/**
 * Corner detection on noisy traced boundaries.
 *
 * A corner is a point where the drawn outline's tangent jumps. On a scan the jump is
 * blurred twice: anti-aliasing and optical blur round the tip by half a pixel to a
 * pixel or two, and pixel noise makes every two-point direction unreliable. The
 * detector therefore works with tangents fitted over stretches several pixels long
 * (local-line.ts) and in two steps, in the spirit of dominant-point detection with
 * regions of support (Teh & Chin 1989, "On the detection of dominant points on digital
 * curves", IEEE PAMI 11(8)), whose support regions end where the next dominant point
 * begins:
 *
 * 1. Candidates. At every point the turn between the line fitted to the stretch of
 *    length L just before it and the one just after it is measured. On a curve of
 *    radius R this turn is about L/R; at a corner it is the corner's angle, whatever
 *    the rounding of the tip, once L is a few times the rounding. Local maxima of the
 *    turn above a fraction of the corner angle are candidates (non-maximum suppression
 *    over ±L).
 * 2. Verification. Each candidate's two sides are fitted separately, starting beyond
 *    the rounded tip and ending before the neighbouring candidates' tips (the adaptive
 *    region of support), with a parabola in the side's own frame, and extrapolated to
 *    the apex. A tight curve gives the same tangent from both sides and is rejected; a
 *    rounded corner gives the two sides' tangents, whose turn must exceed the corner
 *    angle. The intersection of the two extrapolated tangent lines is the sharp corner
 *    the designer drew (anti-aliasing and blur round the ink, so the corner is
 *    recovered from its two sides, not followed); corner-sharpening.ts refines it.
 *    Where both sides are straight (sidesStraight), whose turn does not scatter as a
 *    curve's does, 0.8 of the corner angle suffices.
 *
 * When the scan's blur is known (fit-options.ts `scanBlurPx`), a candidate whose sides
 * meet farther from the traced tip than that blur can round a sharp corner
 * (blurred-wedge.ts), or than the tracer cuts a thin wedge, is a rounding the designer
 * drew (the crotch of n, the flat top of A) and is left to the curve fit rather than
 * sharpened. Measured on the round trip of Linux Libertine at 0.5 px per unit: the
 * Hausdorff p95 fell from 5.9 to 3.8 units. So is a candidate whose two sides both
 * keep curling the way it turns just beyond the rounded tip (sideCurls): blur rounds a
 * sharp corner only within that tip, so a boundary still turning there on both sides
 * is a round the designer drew a few pixels across, such as the crotches of Linux
 * Libertine's x, whose sides the parabolas see half round and half straight. It takes
 * with it a neighbouring corner that is another peak of the same round (step 3).
 *
 * 3. Rounds. Corners a few pixels apart that turn the same way by less than a right
 *    angle are pieces of one drawn round, which the support-length turn measure cuts
 *    into peaks; they are dropped and the round is left to the curve fit
 *    (round-pieces.ts).
 *
 * User-forced corners are always corners; forced smooth points never are.
 */
import type { Point, Vec } from '../geometry/vector.ts';
import { arcAt, chainPoint, wrapIndex, type BoundaryChain } from './boundary-chain.ts';
import { emptyStretchLine, fitStretchLine, rangeByArc, turnBetween } from './local-line.ts';
import { blurredWedgeInset } from './blurred-wedge.ts';
import { withoutRoundPieces } from './round-pieces.ts';

/**
 * Support length of the candidate turn measure: 4 px. Long enough that a tip rounded
 * by up to a pixel leaves most of each one-sided stretch straight, and that pixel noise
 * in the stretch's direction stays near a degree; short enough that two corners 4 px
 * apart (a serif's end at 0.5 px per unit) still get separate peaks.
 */
export const CORNER_SUPPORT_PX = 4;
/**
 * Candidates need a turn of at least this share of the corner angle: the one-sided
 * stretches include part of the rounded tip, which lowers the measured turn of a real
 * corner, so the threshold is applied in full only at verification.
 */
const CANDIDATE_SHARE = 0.6;
/**
 * Length of each side fitted at verification: 12 px, or up to the neighbouring
 * corner's rounded tip when that is nearer (the adaptive support region). The
 * parabola's tangent extrapolated to the apex scatters as noise/length^1.5 or so; at
 * 8 px a single 4σ noise point near the apex turned it by 30° on a noisy arc (measured
 * on a synthetic stadium, σ = 0.15 px), at 12 px by under 5°.
 */
export const CORNER_SIDE_PX = 12;
/**
 * Least rounded-tip length excluded on each side of a corner: 2 px. Anti-aliasing
 * rounds a corner by 0.5–1 px (measured in this project's round trips) and a scan blur of σ ≈ 1.2 px by about
 * twice that; the boundary there follows the ink, not the drawn corner.
 */
export const CORNER_ROUNDING_PX = 2;
/**
 * Half the width below which a wedge of ink or paper is not resolved: 0.5 px. The
 * tracer cuts across a wedge where it is narrower than about one pixel
 * (test/raster/glyph-round-trip.test.ts), i.e. within 0.5/tan(opening/2) px of the apex.
 */
const UNRESOLVED_WEDGE_HALF_WIDTH_PX = 0.5;
/**
 * With the scan's blur σ known, the rounded tip extends 2.5 σ each way: a Gaussian's
 * mass beyond 2.5 σ is 0.6 %, so the boundary there follows the drawn sides.
 */
const ROUNDING_ZONE_SIGMAS = 2.5;
/** Cap on the excluded tip length (px): beyond this a wedge is too thin to be a corner of a drawn letter. */
const MAX_ROUNDING_ZONE_PX = 8;
/**
 * How far the sharp corner may lie from the traced tip. A tip rounded with radius r
 * lies r·(1/sin(opening/2) − 1) inside the sharp corner; anti-aliasing and moderate
 * blur round by up to about 1.5 px, and 1 px more covers noise in the apex. A drawn
 * corner rounded more than that is the designer's rounding and is kept (measured: with
 * a reach of 2.5 px/sin(opening/2), the rounded crotch of Linux Libertine's n was cut
 * 6 units too deep at 0.5 px per unit). The whole reach stays in pixels: capped at 1.5
 * font units it took true pen corners of the demo sheet, where a pixel is more than 1.5
 * units, for roundings (warnings 3 → 8); only the margin follows the units
 * ({@link DRAWN_ROUNDING_UNITS}).
 */
export const CORNER_ROUNDING_RADIUS_PX = 1.5;
const CORNER_REACH_MARGIN_PX = 1;
/**
 * With the scan's blur known (and so the tip it predicts, blurred-wedge.ts), the margin
 * for a scan that resolves less than {@link DRAWN_ROUNDING_UNITS} per pixel shrinks to
 * that many font units, never below {@link MIN_MEASURED_REACH_MARGIN_PX}, and never
 * below {@link REACH_NOISE_SIGMAS} σ of the scan's noise.
 * Measured on the round trip of Linux Libertine (A–Z a–z 0–9, rendered with
 * anti-aliasing at 0.5 px per unit), as the slack between where a candidate's sides meet
 * and the tip the blur predicts: true corners reach 0.75 px; the brackets about 5 units
 * round where bowls meet stems (b, m, n, p, w), which the full 1 px margin took for
 * corners, start at 0.82 px. With the margin at 1.5 units (0.75 px there) the
 * Hausdorff p95 went from 3.77 to 2.80 units, corner precision from .886 to .910 and
 * recall from .949 to .954; at 1 px per unit nothing changed.
 */
const DRAWN_ROUNDING_UNITS = 1.5;
/**
 * The least margin with a measured blur: 0.6 px. Below it the sides' extrapolation
 * across the tip (about half a pixel on curved sides, measured as above) and the
 * tracer's own error would turn true corners into roundings. The demo sheet, whose
 * pixel is more than 1.5 units, keeps all its pen corners at 0.6 px, and lost them at a
 * total reach of 1.5 units.
 */
const MIN_MEASURED_REACH_MARGIN_PX = 0.6;
/**
 * A noisy scan's tip and sides scatter by its noise σ each: four σ keep nearly every
 * true corner. On a smoothed 1-bit scan (σ = 1/√12 px, the 1-bit staircase) this keeps
 * the full 1 px margin: measured, corner recall on the 1-bit copy of Linux Libertine fell
 * from .86 to .69 when its margin followed the smoothed boundaries' own scatter.
 */
const REACH_NOISE_SIGMAS = 4;
const MAX_CORNER_REACH_PX = 8;
/** Sides shorter than this many points are fitted with a line rather than a parabola. */
const MIN_POINTS_FOR_PARABOLA = 6;
/** A forced smooth index within this many px of arc cancels a detected corner. */
const FORCED_SMOOTH_MATCH_PX = 2;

-*-*-

**What you should do:**
Among the lines above, find those that contain the word "fitted" and copy them.

**Solution for this exercise:**
 * detector therefore works with tangents fitted over stretches several pixels long
 * 1. Candidates. At every point the turn between the line fitted to the stretch of
 * 2. Verification. Each candidate's two sides are fitted separately, starting beyond
 * Length of each side fitted at verification: 12 px, or up to the neighbouring
/** Sides shorter than this many points are fitted with a line rather than a parabola. */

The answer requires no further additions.